> Exercise requirements
The response must consist of the lines below from the one with "20), np.nan, dtype=np.float32))" through the one with "assert ok.rc == 0, ok", exactly as they appear and with both ends kept.

> Record excerpts
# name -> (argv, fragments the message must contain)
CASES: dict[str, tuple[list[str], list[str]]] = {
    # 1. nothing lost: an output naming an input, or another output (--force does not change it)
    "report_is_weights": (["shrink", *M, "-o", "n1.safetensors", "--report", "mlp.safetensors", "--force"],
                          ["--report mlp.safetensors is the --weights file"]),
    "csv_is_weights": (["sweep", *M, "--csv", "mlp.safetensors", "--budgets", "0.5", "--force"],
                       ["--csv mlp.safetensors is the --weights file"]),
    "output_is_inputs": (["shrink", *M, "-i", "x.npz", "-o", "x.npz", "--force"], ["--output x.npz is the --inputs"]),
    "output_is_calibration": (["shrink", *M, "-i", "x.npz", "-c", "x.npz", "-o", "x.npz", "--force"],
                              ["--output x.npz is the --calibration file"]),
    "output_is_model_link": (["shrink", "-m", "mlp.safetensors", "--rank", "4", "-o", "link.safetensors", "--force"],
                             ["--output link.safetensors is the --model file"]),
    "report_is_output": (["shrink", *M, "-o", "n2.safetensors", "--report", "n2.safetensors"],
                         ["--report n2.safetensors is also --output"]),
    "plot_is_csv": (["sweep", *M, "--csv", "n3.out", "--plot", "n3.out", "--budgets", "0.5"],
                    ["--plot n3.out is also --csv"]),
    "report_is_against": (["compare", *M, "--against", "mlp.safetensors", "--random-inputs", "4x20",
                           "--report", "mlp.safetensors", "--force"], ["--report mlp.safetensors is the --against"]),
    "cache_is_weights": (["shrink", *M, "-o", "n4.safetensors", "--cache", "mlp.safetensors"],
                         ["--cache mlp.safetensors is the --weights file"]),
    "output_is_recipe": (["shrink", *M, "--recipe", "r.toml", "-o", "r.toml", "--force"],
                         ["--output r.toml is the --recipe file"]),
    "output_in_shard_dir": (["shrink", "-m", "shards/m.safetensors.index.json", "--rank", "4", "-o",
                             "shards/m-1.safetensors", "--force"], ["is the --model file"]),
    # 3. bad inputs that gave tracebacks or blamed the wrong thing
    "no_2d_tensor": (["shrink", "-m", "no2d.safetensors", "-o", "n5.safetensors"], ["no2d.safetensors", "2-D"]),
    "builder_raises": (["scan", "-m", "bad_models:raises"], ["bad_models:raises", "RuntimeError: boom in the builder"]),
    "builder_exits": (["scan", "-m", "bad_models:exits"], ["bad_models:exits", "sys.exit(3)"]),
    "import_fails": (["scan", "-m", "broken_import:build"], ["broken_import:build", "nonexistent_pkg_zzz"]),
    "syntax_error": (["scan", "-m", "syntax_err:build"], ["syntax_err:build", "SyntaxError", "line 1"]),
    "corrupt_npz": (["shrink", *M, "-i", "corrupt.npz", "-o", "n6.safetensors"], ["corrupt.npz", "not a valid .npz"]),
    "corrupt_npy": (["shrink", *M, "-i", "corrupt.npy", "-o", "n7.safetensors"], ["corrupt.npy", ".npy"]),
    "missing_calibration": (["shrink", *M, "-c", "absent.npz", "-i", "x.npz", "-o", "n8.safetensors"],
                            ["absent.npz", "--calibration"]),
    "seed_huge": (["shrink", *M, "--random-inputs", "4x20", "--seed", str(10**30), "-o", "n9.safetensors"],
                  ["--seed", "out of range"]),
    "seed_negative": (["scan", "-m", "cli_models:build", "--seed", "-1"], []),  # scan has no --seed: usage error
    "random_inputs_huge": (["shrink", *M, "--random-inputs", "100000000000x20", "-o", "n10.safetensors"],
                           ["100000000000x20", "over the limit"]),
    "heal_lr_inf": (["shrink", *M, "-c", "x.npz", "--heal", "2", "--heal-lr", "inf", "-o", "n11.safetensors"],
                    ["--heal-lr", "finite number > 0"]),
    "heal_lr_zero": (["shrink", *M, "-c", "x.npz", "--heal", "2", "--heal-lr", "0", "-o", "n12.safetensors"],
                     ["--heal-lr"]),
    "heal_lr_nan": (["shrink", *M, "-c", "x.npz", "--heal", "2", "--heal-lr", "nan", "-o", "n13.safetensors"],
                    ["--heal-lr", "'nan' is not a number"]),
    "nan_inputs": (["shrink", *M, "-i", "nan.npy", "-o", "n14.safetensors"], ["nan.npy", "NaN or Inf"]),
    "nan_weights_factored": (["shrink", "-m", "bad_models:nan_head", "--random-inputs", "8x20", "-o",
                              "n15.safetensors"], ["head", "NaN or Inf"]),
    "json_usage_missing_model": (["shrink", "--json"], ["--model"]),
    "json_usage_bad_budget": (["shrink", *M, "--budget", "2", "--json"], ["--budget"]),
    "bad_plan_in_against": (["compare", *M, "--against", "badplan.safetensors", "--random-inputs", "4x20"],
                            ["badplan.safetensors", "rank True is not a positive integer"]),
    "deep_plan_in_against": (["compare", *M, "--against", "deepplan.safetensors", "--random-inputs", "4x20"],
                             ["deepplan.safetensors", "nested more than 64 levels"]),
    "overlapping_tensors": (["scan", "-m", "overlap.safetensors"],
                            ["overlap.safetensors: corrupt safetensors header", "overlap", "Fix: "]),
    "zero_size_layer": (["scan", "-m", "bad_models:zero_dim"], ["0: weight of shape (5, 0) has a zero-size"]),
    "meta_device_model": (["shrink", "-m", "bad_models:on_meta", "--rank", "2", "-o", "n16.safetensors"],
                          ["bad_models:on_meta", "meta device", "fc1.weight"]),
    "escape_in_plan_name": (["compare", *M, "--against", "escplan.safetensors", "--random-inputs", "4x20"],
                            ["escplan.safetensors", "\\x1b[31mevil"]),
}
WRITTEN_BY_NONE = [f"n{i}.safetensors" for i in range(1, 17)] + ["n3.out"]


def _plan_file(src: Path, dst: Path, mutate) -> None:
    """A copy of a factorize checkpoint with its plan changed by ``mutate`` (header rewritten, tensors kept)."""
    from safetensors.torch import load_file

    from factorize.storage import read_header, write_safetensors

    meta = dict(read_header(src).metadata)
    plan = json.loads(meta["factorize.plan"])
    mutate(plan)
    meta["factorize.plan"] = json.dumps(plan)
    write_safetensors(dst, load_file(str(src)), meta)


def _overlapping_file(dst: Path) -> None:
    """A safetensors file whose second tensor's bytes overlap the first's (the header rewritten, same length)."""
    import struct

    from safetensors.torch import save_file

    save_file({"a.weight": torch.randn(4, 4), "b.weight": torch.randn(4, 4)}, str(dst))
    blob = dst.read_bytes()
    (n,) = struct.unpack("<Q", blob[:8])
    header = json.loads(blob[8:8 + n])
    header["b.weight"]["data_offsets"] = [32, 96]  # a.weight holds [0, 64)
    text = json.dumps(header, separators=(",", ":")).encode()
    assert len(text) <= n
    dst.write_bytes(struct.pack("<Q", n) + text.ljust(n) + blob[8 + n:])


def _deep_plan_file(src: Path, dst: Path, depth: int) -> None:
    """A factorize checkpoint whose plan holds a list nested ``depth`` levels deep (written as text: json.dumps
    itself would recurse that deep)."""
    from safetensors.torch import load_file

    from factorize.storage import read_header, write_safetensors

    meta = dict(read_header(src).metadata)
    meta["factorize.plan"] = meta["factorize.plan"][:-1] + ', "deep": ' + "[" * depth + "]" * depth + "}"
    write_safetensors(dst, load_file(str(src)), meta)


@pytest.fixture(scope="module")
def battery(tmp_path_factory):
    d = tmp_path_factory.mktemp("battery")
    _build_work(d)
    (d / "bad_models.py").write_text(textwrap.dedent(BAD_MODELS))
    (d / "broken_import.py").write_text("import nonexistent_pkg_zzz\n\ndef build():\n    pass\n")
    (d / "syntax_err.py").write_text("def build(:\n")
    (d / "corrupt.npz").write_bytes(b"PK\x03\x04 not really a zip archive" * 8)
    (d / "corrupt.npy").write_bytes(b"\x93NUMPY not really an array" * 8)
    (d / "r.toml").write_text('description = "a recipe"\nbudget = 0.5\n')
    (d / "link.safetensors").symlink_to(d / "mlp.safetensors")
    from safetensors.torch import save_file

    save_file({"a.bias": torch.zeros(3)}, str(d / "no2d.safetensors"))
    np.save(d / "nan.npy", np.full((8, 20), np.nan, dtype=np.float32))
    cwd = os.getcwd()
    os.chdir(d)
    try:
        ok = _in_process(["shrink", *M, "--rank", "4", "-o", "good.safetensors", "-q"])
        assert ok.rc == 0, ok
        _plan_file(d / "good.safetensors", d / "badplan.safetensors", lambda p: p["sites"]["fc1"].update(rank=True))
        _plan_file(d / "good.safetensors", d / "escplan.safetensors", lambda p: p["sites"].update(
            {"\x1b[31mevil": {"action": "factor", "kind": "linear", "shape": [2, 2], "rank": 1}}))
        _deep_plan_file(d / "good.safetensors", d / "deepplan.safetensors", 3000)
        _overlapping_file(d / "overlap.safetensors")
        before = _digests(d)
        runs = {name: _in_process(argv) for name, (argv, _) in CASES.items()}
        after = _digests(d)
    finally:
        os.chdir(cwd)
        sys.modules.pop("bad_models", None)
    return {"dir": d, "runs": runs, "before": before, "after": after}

> Exercise solution
    np.save(d / "nan.npy", np.full((8, 20), np.nan, dtype=np.float32))
    cwd = os.getcwd()
    os.chdir(d)
    try:
        ok = _in_process(["shrink", *M, "--rank", "4", "-o", "good.safetensors", "-q"])
        assert ok.rc == 0, ok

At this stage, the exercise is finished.